Aim of the exercise ->
For the entries below, repeat exactly each line starting with the one that contains "string Which(List<int> some)" and going on through the one that contains "var habit = input.Layout.Free.Select((parameter, place)", and no others.

Stored items:
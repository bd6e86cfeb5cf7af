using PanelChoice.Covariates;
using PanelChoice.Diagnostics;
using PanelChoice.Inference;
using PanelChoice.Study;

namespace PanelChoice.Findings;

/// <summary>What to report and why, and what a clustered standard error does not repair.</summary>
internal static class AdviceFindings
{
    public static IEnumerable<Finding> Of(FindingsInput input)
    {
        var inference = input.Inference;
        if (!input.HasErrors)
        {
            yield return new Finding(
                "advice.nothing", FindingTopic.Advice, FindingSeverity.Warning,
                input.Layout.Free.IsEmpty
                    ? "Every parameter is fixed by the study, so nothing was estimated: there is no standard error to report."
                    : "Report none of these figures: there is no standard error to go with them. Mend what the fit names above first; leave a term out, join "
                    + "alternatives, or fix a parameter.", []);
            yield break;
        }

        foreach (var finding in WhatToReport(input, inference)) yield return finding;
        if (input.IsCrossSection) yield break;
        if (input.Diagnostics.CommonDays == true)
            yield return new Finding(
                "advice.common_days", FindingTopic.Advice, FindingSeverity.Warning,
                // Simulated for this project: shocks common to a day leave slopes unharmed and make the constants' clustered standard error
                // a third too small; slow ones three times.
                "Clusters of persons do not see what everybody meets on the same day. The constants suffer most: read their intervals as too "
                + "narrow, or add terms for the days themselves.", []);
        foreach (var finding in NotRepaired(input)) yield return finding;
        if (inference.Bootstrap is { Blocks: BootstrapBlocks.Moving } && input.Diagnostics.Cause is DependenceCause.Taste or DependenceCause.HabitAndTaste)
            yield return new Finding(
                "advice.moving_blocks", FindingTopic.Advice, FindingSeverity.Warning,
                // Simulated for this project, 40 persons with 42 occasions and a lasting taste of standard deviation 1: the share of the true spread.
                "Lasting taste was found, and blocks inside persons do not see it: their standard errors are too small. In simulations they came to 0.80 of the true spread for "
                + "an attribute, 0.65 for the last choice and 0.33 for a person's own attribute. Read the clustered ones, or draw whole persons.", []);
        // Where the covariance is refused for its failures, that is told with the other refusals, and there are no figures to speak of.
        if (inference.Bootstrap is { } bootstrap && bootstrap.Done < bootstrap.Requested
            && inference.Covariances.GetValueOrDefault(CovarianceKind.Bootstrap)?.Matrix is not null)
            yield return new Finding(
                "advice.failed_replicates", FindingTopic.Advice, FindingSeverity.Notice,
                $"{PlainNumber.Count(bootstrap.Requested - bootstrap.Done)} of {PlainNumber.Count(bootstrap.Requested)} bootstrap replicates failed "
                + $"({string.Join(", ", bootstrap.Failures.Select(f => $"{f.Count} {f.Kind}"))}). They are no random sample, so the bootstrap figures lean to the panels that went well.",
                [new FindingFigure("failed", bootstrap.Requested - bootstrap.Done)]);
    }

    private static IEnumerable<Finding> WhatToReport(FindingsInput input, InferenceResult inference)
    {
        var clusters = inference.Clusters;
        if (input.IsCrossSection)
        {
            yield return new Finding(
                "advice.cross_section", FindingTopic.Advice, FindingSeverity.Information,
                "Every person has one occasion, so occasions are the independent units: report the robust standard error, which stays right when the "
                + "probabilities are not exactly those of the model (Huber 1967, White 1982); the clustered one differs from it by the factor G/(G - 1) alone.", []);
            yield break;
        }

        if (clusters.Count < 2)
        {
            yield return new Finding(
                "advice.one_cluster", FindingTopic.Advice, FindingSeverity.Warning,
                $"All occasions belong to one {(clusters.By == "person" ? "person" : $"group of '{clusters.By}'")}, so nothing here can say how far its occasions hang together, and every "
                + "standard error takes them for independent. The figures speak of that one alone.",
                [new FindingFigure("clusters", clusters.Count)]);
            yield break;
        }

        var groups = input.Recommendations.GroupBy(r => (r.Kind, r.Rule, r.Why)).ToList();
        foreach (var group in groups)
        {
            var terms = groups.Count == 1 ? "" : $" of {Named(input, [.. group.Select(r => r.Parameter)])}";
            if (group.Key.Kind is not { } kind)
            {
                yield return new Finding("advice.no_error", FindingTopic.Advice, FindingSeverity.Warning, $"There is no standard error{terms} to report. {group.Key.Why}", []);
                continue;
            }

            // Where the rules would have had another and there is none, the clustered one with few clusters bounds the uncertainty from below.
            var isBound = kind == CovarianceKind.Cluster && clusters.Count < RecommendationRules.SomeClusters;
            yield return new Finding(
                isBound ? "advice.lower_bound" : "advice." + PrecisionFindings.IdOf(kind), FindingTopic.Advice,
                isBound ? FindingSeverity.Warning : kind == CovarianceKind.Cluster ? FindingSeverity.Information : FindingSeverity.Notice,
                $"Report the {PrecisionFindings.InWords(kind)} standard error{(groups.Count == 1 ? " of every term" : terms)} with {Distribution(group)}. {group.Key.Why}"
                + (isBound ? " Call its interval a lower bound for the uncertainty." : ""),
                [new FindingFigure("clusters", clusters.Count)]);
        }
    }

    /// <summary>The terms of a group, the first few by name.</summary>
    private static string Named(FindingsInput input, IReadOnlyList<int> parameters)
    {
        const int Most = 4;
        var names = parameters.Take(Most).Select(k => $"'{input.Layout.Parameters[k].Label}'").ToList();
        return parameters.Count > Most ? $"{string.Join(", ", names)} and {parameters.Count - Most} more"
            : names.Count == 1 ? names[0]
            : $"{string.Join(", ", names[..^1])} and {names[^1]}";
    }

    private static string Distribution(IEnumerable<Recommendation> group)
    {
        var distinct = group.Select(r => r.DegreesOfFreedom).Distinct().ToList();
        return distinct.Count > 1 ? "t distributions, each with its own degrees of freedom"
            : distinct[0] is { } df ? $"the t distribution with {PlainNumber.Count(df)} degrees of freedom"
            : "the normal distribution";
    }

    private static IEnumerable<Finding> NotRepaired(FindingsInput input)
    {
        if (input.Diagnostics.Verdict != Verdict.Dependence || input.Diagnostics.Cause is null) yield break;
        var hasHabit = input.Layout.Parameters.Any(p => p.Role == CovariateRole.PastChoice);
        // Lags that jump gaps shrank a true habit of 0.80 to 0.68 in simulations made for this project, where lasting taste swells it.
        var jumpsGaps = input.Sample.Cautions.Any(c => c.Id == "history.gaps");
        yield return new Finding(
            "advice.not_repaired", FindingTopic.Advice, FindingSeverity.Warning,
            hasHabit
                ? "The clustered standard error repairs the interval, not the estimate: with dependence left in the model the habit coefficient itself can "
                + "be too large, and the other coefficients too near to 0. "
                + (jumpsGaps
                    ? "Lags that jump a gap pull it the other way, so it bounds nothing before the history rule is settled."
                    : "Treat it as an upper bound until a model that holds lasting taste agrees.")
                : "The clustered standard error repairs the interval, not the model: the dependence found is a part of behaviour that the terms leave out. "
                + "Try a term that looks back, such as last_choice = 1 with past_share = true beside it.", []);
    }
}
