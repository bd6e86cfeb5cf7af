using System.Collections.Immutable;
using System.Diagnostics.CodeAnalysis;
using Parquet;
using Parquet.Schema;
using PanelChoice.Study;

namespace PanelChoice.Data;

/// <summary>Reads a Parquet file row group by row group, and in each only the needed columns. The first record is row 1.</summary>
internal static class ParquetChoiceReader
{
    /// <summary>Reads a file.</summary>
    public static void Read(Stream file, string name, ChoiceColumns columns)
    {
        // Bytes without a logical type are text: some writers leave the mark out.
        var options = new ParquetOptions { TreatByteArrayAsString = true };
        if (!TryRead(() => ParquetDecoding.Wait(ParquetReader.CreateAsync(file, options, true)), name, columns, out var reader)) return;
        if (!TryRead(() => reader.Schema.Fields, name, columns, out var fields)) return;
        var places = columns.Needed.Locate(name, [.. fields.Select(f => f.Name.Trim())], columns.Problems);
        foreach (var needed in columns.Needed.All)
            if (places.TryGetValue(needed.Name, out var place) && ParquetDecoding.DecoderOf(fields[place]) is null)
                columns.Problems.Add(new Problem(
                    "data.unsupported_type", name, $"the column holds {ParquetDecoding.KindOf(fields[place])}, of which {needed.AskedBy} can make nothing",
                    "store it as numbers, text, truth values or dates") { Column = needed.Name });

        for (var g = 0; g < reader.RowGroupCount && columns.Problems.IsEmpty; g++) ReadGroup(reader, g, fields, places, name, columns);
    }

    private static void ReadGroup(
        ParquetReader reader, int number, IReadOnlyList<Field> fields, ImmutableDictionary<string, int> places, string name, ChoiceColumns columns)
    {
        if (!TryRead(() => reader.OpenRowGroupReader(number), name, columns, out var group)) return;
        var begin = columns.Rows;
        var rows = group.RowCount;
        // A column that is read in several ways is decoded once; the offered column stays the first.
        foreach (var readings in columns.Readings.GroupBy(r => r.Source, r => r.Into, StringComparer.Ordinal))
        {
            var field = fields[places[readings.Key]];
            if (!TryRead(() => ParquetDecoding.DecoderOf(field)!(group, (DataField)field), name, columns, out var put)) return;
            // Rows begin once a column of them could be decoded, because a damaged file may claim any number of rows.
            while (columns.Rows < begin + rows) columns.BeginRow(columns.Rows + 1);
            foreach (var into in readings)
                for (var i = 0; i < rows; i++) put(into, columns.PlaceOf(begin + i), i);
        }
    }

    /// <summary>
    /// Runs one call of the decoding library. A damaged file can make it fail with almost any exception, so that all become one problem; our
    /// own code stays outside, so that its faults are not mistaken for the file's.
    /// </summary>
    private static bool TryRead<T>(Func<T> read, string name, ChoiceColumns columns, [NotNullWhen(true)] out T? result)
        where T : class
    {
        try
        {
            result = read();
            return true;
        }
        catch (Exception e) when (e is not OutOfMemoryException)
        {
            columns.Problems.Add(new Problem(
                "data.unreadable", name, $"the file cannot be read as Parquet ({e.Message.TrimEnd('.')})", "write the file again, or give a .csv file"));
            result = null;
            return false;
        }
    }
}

...

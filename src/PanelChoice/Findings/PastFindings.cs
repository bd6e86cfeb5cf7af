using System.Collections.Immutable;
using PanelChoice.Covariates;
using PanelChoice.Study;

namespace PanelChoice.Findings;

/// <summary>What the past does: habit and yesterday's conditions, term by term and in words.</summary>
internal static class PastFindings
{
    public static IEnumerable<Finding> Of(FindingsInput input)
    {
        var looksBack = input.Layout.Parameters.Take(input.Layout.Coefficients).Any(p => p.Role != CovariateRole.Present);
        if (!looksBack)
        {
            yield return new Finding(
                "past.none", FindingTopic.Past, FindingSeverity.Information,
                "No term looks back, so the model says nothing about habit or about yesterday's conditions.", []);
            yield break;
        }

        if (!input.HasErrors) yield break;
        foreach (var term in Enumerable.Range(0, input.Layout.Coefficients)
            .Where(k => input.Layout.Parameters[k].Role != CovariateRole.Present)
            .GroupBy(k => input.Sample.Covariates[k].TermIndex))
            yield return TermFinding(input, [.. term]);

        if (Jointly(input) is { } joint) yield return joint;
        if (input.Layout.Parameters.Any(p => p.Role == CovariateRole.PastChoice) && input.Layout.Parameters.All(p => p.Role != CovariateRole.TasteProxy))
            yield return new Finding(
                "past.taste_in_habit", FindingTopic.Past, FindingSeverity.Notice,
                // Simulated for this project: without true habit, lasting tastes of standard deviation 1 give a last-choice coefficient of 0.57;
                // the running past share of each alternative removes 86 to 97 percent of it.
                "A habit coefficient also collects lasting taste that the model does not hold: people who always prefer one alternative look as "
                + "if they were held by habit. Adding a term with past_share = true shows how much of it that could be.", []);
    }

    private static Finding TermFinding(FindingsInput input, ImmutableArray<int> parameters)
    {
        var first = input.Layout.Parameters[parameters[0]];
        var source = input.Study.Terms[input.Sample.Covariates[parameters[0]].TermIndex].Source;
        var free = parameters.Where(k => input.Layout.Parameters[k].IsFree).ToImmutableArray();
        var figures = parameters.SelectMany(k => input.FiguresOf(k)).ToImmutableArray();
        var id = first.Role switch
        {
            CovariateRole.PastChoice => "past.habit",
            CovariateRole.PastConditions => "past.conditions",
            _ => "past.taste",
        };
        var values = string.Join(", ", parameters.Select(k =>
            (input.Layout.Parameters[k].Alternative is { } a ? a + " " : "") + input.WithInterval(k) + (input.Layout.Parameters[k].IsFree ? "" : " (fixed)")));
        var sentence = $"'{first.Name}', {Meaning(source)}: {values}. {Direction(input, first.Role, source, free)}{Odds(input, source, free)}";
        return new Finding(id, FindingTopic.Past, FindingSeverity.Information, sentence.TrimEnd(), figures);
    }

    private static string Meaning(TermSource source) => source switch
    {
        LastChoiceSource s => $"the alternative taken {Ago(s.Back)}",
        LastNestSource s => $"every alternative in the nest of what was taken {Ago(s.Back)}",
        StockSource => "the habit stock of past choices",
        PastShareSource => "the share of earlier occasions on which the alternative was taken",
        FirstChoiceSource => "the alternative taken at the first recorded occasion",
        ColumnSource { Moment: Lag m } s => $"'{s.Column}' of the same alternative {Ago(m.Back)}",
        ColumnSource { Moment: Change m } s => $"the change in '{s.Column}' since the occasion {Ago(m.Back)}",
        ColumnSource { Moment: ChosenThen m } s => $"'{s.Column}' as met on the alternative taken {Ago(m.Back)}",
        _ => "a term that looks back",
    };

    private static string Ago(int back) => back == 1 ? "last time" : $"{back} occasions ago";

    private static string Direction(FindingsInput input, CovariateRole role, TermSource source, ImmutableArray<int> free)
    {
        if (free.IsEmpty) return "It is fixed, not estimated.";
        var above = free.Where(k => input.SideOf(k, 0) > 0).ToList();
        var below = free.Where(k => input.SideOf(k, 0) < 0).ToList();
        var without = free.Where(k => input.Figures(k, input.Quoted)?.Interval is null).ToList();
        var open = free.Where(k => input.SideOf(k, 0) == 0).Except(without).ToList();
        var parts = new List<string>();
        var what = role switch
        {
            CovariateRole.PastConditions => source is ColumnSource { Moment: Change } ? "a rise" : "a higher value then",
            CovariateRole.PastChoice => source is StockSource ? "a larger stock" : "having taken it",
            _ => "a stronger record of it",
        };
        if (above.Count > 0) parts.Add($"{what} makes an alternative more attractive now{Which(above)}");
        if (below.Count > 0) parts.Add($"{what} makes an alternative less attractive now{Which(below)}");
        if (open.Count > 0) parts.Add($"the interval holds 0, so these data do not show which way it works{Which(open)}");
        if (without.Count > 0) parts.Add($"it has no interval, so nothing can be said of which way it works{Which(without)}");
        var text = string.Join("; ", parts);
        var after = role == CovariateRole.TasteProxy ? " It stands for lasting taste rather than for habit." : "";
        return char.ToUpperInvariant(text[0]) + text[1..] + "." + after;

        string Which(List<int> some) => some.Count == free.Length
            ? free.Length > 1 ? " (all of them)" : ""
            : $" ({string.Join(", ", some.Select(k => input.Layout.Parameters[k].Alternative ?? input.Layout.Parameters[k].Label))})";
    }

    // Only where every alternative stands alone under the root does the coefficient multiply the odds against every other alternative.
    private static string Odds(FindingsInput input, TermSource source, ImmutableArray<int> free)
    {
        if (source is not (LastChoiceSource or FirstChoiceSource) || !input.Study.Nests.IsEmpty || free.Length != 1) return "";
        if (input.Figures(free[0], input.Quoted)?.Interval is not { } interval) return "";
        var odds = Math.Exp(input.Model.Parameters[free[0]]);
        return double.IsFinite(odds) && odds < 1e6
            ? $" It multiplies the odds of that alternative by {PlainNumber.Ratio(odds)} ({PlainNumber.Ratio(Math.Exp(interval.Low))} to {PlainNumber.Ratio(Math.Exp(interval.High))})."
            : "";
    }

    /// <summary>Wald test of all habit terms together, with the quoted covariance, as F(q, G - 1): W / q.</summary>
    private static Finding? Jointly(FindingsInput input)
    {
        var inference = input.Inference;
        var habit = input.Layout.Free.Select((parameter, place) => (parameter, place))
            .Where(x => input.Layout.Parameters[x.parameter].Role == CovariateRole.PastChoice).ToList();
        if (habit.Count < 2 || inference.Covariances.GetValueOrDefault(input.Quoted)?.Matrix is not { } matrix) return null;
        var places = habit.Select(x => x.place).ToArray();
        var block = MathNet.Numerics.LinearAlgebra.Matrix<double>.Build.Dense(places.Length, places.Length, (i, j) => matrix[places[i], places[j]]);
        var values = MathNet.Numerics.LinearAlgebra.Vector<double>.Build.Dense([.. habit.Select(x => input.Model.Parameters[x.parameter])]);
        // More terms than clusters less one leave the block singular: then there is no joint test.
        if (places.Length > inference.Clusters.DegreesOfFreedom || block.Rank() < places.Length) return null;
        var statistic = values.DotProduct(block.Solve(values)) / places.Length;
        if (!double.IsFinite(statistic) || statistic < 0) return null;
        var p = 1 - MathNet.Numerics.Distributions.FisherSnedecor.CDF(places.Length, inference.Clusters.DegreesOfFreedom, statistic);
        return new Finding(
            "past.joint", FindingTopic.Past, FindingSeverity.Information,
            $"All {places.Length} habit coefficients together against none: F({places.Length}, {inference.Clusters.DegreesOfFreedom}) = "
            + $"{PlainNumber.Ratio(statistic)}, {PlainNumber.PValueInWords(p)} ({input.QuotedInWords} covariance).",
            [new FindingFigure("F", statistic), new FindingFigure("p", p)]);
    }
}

--

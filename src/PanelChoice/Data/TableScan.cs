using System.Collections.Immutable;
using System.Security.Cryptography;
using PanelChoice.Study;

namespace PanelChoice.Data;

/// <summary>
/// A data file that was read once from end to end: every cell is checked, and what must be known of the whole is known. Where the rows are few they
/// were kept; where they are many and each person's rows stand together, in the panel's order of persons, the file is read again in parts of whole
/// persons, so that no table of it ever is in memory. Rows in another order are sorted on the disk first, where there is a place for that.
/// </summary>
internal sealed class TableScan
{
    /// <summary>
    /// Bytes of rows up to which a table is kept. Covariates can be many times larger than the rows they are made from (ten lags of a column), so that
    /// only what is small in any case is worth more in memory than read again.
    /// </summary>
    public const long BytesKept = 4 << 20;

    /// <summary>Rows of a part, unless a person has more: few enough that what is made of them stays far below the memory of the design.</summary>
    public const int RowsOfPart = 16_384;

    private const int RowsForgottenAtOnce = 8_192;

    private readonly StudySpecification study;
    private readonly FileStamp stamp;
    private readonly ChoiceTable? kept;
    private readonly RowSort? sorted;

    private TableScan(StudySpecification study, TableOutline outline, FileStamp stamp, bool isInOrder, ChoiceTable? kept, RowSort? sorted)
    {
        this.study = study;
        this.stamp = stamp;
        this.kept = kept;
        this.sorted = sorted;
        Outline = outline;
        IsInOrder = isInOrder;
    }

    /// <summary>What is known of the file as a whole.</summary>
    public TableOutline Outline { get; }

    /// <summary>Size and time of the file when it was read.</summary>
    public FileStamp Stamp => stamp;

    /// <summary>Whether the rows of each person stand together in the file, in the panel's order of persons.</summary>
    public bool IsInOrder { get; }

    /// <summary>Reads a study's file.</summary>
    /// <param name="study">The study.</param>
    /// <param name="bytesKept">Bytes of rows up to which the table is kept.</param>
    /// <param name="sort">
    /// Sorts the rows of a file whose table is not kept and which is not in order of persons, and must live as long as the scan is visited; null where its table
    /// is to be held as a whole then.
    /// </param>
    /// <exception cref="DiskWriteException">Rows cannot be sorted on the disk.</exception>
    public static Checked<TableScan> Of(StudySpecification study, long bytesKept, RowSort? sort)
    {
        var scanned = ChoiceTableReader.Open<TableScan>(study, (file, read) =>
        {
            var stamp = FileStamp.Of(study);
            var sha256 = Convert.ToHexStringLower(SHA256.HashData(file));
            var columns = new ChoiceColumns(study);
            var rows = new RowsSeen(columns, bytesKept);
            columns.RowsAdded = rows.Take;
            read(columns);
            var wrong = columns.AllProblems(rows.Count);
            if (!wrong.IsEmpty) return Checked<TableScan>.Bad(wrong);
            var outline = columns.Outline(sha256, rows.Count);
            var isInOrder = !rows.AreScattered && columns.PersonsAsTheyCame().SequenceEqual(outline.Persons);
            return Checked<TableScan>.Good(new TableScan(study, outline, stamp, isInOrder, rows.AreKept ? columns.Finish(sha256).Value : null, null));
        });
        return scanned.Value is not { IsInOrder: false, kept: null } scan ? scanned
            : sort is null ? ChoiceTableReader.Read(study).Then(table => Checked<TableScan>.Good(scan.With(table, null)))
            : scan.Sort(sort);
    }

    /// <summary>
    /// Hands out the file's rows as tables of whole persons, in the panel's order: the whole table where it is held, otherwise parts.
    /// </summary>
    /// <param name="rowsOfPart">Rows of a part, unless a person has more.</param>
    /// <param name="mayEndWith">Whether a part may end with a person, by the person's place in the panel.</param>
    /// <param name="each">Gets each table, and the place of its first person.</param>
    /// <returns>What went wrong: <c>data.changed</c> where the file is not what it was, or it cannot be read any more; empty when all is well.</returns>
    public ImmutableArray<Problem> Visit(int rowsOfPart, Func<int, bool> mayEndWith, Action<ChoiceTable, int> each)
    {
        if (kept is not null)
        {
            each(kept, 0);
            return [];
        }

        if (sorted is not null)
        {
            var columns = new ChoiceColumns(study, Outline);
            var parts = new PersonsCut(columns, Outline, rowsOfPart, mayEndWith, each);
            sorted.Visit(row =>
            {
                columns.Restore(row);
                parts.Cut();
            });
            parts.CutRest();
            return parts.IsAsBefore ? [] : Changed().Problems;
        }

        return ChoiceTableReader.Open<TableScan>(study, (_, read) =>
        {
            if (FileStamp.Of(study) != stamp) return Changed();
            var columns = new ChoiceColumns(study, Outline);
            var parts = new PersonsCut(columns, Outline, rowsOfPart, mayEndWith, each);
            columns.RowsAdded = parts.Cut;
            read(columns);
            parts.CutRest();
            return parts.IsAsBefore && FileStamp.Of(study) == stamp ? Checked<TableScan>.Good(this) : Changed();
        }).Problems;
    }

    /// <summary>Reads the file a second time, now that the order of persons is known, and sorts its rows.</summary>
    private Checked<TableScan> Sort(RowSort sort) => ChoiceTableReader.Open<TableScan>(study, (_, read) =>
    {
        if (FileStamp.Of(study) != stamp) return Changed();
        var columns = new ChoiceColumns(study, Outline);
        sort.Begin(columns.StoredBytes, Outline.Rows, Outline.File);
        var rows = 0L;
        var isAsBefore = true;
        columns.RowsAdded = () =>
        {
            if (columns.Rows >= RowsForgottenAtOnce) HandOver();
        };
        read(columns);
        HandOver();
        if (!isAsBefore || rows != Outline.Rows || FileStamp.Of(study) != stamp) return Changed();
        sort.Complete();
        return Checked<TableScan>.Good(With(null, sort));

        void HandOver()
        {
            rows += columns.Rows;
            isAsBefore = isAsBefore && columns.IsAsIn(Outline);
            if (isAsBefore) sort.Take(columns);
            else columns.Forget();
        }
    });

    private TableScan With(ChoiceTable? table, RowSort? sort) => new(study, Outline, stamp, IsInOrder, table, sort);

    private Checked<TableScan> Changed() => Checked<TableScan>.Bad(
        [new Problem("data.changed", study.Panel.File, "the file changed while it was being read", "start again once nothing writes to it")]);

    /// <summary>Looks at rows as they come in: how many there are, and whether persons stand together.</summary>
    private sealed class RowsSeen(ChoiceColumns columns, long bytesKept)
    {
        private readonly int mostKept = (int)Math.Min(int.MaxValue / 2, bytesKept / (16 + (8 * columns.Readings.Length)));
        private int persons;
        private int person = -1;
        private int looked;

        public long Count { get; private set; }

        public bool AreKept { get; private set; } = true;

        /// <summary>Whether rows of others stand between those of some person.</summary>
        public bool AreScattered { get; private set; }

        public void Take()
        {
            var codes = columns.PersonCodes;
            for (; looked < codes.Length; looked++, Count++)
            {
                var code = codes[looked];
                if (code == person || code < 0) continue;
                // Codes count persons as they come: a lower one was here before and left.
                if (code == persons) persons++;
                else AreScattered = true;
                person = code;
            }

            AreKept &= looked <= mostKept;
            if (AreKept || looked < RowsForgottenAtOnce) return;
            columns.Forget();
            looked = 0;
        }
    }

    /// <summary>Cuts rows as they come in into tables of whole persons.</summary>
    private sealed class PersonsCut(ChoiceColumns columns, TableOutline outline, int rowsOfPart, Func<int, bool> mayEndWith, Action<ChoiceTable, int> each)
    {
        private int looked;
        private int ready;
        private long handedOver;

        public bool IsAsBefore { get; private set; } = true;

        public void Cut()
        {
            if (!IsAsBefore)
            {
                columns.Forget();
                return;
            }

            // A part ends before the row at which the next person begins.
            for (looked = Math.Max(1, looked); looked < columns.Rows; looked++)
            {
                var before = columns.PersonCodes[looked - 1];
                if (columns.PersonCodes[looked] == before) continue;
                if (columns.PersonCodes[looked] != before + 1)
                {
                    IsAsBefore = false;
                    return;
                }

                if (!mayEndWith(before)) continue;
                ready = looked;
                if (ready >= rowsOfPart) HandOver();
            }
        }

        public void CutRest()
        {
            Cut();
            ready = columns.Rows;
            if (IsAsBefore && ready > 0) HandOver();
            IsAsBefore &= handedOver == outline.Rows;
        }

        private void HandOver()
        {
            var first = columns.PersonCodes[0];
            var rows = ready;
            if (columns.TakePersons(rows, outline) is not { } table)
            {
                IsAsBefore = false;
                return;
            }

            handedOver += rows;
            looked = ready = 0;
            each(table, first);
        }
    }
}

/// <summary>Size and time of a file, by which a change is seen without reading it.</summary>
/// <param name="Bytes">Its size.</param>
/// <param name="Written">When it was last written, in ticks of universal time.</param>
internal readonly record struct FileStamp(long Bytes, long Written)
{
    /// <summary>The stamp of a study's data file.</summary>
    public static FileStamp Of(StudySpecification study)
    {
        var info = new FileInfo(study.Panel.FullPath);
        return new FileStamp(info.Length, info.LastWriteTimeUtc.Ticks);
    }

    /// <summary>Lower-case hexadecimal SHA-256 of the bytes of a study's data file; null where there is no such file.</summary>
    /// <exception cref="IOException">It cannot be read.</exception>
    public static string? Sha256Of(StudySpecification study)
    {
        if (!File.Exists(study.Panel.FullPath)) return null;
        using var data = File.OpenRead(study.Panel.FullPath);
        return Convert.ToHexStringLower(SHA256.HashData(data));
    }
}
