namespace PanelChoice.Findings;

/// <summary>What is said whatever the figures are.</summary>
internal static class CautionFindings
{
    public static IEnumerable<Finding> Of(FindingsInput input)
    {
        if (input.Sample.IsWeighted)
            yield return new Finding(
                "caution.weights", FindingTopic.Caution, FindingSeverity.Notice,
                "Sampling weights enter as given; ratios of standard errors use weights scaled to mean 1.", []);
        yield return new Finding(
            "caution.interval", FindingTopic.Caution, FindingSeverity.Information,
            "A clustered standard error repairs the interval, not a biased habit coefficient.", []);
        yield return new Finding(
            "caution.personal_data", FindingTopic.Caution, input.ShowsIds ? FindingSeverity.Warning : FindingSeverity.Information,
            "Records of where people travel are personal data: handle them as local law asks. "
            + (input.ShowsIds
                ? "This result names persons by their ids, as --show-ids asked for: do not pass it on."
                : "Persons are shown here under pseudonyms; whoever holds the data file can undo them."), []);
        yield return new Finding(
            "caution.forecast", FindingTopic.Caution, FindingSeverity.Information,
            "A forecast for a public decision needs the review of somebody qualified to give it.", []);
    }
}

Answer section ->
        string Which(List<int> some) => some.Count == free.Length
            ? free.Length > 1 ? " (all of them)" : ""
            : $" ({string.Join(", ", some.Select(k => input.Layout.Parameters[k].Alternative ?? input.Layout.Parameters[k].Label))})";
    }

    // Only where every alternative stands alone under the root does the coefficient multiply the odds against every other alternative.
    private static string Odds(FindingsInput input, TermSource source, ImmutableArray<int> free)
    {
        if (source is not (LastChoiceSource or FirstChoiceSource) || !input.Study.Nests.IsEmpty || free.Length != 1) return "";
        if (input.Figures(free[0], input.Quoted)?.Interval is not { } interval) return "";
        var odds = Math.Exp(input.Model.Parameters[free[0]]);
        return double.IsFinite(odds) && odds < 1e6
            ? $" It multiplies the odds of that alternative by {PlainNumber.Ratio(odds)} ({PlainNumber.Ratio(Math.Exp(interval.Low))} to {PlainNumber.Ratio(Math.Exp(interval.High))})."
            : "";
    }

    /// <summary>Wald test of all habit terms together, with the quoted covariance, as F(q, G - 1): W / q.</summary>
    private static Finding? Jointly(FindingsInput input)
    {
        var inference = input.Inference;
        var habit = input.Layout.Free.Select((parameter, place) => (parameter, place))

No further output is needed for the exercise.